» WHAT YOU WILL DO: Which lines of the entries below run from the one holding "were added. */" to the one holding "const text = fs.readFileSync(path.join(here, s.file), 'utf8');", inclusive? Set down exactly those lines and no others.

══ AVAILABLE DATA

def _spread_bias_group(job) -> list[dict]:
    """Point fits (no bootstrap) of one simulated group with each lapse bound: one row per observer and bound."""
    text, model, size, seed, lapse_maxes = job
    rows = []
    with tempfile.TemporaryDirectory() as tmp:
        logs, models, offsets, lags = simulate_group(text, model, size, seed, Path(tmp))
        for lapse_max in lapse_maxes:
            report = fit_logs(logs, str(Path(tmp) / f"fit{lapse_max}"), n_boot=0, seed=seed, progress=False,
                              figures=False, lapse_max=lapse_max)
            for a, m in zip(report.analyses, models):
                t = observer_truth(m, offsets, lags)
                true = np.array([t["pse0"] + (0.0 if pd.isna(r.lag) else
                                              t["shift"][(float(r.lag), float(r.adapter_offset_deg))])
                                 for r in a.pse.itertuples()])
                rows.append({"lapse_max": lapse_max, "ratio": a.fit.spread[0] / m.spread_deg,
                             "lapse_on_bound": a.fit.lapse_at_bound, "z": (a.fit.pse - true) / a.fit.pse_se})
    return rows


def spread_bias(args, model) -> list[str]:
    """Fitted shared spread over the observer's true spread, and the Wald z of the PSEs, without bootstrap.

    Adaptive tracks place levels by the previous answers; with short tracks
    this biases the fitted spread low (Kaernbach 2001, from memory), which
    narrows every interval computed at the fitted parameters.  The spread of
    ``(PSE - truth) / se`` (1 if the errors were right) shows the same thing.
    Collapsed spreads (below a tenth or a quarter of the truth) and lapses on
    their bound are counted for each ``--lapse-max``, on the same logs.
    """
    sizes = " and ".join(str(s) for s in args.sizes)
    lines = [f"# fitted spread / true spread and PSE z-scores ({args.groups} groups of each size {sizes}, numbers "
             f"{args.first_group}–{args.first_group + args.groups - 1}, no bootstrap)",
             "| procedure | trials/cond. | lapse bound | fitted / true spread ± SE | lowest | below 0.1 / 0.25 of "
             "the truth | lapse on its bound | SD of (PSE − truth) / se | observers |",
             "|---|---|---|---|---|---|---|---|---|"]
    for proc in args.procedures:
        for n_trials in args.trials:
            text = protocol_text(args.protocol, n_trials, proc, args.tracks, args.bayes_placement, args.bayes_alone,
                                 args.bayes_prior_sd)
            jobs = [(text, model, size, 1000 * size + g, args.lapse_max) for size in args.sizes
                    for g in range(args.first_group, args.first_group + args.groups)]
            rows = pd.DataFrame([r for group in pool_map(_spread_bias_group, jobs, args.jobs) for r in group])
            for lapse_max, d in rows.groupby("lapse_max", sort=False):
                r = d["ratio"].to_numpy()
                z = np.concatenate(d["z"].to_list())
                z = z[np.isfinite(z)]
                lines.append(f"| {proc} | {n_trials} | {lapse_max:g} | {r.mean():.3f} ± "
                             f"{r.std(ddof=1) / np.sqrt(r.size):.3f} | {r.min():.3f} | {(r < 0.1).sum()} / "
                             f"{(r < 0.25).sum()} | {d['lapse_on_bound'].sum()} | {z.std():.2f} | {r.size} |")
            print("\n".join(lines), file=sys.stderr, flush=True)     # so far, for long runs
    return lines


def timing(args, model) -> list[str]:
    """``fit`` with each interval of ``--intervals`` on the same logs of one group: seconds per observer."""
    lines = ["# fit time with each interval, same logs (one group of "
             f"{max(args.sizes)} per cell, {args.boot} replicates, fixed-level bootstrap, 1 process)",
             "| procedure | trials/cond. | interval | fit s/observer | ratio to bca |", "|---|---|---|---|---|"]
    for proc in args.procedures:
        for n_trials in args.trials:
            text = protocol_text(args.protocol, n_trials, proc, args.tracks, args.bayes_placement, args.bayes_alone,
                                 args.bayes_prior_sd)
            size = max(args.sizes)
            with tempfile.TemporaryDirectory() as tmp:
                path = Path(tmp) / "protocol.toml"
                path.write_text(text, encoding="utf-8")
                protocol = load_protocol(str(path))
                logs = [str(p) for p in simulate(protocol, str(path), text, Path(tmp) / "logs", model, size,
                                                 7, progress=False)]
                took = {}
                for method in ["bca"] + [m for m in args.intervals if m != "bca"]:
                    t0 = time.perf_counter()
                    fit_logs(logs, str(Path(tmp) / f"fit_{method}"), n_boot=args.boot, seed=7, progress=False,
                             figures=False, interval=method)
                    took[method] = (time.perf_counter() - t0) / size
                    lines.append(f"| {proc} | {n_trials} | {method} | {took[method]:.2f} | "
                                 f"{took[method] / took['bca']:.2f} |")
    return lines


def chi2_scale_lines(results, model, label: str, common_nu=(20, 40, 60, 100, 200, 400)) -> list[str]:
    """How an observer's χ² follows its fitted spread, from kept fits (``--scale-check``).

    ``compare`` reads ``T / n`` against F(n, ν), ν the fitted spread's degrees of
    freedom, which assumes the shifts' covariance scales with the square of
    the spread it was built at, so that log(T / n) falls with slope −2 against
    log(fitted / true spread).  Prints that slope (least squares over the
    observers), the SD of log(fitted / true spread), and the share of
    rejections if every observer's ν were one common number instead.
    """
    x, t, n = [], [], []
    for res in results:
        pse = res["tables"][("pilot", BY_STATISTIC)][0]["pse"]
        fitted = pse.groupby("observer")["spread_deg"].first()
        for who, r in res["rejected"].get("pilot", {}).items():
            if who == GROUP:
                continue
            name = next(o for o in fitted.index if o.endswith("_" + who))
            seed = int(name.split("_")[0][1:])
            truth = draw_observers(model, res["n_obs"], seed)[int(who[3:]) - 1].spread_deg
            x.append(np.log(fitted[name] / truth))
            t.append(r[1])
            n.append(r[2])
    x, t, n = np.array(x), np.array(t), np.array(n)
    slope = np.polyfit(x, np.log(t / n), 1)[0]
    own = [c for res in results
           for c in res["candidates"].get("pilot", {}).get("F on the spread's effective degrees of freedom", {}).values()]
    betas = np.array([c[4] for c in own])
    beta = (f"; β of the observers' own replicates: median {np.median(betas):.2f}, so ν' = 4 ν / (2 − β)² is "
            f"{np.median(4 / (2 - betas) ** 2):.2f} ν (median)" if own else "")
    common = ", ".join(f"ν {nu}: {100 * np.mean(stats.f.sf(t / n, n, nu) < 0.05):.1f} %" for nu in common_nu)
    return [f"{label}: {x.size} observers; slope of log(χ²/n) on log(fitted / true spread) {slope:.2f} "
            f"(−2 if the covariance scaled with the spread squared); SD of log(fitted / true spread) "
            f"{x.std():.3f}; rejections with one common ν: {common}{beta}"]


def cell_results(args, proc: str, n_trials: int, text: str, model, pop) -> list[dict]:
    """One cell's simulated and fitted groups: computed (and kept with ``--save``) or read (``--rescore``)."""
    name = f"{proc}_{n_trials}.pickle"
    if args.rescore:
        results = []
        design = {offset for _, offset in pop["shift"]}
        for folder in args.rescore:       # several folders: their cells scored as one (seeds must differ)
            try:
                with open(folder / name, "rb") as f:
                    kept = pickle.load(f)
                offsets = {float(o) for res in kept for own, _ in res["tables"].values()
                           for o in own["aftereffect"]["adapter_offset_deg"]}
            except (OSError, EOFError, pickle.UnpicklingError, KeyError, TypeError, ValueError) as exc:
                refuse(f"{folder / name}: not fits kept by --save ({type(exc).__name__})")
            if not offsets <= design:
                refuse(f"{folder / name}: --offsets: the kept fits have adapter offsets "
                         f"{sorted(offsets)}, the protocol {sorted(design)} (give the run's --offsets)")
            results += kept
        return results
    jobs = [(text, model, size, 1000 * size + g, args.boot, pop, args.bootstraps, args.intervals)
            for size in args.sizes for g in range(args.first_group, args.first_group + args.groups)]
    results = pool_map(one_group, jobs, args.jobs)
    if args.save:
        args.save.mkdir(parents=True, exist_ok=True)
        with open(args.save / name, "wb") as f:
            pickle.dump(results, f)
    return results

════
══ AVAILABLE DATA

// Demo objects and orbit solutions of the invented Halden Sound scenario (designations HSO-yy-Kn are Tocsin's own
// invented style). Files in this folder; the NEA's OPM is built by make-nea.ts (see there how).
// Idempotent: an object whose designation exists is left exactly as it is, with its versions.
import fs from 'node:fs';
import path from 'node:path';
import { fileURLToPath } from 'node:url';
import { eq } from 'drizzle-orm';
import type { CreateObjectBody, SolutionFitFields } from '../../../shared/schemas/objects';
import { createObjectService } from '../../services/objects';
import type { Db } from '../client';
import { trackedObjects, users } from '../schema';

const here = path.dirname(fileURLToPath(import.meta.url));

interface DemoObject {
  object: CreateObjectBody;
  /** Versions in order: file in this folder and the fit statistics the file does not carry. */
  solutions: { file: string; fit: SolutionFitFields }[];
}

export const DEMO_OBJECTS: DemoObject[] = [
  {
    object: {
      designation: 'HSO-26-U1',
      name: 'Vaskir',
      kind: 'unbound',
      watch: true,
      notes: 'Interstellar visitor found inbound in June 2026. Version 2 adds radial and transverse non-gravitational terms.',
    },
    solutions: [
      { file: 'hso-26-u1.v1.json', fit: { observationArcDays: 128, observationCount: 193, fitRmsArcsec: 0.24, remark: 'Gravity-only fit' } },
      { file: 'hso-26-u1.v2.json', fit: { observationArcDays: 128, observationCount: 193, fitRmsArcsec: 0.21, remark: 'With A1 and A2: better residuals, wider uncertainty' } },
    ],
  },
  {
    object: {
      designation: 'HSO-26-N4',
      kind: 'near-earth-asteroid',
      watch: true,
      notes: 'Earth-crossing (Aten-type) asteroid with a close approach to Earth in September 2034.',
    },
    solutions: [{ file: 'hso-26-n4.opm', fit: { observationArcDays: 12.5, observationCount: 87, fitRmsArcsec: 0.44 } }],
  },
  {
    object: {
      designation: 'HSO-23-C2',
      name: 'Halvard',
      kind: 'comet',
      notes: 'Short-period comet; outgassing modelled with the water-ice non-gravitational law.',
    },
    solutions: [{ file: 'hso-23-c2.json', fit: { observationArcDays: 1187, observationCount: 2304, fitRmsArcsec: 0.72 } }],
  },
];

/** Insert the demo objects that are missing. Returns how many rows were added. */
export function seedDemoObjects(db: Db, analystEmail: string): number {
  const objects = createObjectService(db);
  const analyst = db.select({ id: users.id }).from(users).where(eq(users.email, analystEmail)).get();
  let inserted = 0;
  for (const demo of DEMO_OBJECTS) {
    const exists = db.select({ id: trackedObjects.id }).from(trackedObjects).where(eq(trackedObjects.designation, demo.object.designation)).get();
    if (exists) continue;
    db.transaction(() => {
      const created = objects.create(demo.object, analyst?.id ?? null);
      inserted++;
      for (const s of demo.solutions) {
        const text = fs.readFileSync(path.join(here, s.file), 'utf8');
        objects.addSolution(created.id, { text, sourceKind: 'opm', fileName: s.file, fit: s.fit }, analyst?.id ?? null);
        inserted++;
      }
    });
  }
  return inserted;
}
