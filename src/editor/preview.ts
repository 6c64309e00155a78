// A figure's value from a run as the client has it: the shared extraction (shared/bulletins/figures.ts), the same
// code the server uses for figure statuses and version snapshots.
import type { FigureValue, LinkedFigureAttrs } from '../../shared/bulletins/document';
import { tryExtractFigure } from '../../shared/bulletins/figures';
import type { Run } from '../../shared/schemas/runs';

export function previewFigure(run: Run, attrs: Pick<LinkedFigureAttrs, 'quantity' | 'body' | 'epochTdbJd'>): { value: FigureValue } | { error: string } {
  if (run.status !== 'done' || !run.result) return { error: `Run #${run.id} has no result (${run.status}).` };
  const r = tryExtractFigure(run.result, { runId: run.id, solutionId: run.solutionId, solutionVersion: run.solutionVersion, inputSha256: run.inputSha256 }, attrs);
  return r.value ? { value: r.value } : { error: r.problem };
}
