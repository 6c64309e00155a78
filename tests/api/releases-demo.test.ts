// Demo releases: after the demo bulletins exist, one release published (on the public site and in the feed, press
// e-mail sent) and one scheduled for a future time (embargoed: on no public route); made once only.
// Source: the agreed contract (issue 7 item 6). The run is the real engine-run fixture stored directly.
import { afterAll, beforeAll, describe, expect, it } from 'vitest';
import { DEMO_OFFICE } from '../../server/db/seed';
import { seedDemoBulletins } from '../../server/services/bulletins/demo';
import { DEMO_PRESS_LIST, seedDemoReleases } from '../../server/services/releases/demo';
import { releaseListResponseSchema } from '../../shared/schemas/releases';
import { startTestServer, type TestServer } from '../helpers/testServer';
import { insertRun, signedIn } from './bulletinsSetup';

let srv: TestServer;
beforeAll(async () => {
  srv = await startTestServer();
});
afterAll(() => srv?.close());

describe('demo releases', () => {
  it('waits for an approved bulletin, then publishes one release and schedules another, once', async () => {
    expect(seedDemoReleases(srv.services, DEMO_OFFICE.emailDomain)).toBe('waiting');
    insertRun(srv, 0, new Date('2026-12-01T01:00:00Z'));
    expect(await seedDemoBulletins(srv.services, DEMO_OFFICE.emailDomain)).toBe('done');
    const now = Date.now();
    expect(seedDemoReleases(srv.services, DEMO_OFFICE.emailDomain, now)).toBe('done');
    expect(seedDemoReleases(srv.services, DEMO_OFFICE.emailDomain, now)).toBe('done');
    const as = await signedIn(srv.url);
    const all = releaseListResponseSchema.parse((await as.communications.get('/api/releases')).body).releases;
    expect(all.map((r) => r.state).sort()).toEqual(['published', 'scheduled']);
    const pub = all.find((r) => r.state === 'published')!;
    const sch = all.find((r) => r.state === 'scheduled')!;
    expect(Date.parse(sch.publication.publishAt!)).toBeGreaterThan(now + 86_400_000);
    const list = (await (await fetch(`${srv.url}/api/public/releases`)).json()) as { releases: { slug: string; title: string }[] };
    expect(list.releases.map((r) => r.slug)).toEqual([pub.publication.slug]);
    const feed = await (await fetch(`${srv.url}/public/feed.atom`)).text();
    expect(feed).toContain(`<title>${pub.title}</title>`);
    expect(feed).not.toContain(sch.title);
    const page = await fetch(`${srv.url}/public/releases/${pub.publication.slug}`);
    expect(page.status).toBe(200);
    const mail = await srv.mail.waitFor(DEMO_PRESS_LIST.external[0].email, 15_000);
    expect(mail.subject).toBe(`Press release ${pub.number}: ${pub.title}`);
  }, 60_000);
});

════
══ AVAILABLE DATA

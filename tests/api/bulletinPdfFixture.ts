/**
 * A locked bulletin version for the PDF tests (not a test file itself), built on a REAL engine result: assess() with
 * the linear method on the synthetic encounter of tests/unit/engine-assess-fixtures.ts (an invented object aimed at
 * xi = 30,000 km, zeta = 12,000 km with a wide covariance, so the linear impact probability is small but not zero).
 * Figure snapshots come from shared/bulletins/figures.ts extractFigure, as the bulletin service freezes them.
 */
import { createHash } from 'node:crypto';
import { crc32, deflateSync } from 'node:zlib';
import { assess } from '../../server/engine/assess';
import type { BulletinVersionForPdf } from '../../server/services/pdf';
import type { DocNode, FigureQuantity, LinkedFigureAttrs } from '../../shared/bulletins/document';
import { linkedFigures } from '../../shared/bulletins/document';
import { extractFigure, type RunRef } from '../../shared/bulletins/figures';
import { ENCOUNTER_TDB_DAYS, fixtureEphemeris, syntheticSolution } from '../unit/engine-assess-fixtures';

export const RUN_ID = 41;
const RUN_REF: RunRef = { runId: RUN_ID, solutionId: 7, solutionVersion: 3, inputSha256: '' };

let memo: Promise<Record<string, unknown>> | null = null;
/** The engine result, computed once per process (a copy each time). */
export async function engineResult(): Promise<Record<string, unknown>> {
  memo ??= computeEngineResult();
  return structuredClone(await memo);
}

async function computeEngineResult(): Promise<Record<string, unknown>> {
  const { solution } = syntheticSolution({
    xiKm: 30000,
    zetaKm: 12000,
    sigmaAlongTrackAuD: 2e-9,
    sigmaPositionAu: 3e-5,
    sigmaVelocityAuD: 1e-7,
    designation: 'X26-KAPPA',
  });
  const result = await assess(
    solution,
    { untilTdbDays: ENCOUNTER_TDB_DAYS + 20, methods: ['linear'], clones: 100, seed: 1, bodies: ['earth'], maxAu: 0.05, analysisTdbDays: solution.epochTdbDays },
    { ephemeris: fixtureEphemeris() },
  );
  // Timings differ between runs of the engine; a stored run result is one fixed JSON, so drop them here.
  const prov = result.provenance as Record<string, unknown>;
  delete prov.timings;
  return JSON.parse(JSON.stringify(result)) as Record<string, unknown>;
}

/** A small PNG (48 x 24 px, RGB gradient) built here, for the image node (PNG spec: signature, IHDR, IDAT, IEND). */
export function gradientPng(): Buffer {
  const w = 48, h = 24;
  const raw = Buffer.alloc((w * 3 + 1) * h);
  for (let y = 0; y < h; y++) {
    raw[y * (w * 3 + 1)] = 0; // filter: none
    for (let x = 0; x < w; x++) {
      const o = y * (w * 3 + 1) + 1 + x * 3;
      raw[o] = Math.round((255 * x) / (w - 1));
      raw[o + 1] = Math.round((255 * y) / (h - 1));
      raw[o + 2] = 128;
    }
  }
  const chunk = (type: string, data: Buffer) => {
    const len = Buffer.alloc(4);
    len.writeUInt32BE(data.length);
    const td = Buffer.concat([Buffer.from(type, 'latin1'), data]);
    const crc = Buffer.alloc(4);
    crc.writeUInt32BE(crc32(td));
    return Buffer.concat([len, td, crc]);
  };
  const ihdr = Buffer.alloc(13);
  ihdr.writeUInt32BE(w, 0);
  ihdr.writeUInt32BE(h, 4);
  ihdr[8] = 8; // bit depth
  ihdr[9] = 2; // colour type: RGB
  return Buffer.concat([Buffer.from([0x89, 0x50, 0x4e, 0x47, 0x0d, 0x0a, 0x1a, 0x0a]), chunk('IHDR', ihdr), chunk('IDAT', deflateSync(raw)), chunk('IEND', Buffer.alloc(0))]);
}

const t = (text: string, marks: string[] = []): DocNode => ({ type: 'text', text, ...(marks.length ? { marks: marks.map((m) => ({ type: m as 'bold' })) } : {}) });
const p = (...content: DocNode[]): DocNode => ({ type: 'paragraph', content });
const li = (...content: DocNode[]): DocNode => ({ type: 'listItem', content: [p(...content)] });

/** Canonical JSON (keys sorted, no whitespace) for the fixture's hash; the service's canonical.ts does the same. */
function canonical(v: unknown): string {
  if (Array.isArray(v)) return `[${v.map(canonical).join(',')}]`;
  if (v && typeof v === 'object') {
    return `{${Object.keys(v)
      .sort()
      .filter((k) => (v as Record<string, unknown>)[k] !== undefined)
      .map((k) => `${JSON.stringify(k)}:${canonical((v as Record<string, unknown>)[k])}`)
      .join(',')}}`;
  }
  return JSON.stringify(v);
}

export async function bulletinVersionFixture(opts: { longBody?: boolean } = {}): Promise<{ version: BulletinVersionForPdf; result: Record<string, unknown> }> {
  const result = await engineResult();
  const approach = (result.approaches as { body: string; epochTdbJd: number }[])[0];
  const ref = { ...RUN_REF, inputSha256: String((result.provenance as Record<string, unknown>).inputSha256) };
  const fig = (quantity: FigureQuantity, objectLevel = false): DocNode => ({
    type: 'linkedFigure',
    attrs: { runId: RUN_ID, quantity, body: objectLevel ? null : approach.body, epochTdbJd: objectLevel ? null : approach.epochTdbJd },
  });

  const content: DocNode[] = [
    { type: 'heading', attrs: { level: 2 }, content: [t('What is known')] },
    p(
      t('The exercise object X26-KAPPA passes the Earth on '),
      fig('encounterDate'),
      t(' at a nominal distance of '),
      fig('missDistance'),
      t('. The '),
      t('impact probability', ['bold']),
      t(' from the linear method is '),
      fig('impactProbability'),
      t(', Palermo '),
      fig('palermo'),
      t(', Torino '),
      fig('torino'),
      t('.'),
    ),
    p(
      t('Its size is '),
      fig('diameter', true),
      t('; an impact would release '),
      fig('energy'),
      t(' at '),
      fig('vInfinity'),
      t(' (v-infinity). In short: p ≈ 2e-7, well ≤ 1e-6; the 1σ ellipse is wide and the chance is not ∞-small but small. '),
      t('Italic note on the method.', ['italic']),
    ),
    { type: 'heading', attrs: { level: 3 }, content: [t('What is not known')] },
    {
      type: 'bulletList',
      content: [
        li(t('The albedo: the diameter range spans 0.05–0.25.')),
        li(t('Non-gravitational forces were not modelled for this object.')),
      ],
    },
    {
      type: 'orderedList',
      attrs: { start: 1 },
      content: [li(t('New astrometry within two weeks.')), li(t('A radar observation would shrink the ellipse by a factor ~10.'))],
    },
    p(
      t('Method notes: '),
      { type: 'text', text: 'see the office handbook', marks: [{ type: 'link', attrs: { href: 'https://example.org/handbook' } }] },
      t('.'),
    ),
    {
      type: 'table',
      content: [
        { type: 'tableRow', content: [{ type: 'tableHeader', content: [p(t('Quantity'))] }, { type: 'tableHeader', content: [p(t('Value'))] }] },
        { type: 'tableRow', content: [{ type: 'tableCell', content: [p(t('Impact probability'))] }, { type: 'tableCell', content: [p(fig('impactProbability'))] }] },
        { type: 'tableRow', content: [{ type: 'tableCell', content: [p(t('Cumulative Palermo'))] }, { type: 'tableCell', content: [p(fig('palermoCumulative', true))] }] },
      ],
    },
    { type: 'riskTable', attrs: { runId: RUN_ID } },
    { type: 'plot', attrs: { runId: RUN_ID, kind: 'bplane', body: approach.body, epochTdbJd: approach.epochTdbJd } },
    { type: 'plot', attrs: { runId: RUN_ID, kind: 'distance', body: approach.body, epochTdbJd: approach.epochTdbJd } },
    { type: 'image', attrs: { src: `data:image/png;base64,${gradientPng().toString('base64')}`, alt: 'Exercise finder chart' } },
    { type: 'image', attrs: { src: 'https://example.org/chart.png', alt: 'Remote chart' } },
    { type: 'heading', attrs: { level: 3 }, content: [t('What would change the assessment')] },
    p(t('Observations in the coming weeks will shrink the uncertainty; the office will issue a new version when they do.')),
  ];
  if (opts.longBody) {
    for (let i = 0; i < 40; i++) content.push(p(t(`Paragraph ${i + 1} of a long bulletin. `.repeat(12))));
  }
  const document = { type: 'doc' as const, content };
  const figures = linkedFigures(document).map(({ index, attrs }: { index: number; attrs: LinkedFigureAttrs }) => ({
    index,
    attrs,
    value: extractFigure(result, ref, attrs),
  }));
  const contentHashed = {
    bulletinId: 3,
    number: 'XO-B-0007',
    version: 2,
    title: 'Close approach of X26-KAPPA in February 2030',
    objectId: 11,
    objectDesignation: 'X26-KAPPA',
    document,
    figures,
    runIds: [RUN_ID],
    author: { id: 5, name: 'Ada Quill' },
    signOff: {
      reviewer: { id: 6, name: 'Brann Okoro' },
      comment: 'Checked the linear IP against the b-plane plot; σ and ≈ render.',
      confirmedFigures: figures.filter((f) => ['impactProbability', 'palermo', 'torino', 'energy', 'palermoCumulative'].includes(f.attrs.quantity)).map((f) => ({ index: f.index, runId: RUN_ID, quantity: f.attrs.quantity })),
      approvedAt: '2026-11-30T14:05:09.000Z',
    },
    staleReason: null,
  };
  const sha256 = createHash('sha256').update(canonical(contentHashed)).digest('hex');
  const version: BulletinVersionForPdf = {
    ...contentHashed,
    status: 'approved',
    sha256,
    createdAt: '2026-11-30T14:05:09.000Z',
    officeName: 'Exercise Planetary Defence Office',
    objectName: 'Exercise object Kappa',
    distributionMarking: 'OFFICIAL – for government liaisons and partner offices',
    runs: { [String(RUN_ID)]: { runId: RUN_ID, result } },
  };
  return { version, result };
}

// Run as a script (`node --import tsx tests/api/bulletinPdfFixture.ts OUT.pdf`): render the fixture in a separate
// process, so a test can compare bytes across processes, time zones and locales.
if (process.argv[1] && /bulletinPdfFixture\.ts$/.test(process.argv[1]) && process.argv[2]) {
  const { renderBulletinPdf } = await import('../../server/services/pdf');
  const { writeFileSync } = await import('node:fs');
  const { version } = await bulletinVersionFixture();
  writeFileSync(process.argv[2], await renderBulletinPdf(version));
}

════

» RESPONSE TO THE EXERCISE:
/** Insert the demo objects that are missing. Returns how many rows were added. */
export function seedDemoObjects(db: Db, analystEmail: string): number {
  const objects = createObjectService(db);
  const analyst = db.select({ id: users.id }).from(users).where(eq(users.email, analystEmail)).get();
  let inserted = 0;
  for (const demo of DEMO_OBJECTS) {
    const exists = db.select({ id: trackedObjects.id }).from(trackedObjects).where(eq(trackedObjects.designation, demo.object.designation)).get();
    if (exists) continue;
    db.transaction(() => {
      const created = objects.create(demo.object, analyst?.id ?? null);
      inserted++;
      for (const s of demo.solutions) {
        const text = fs.readFileSync(path.join(here, s.file), 'utf8');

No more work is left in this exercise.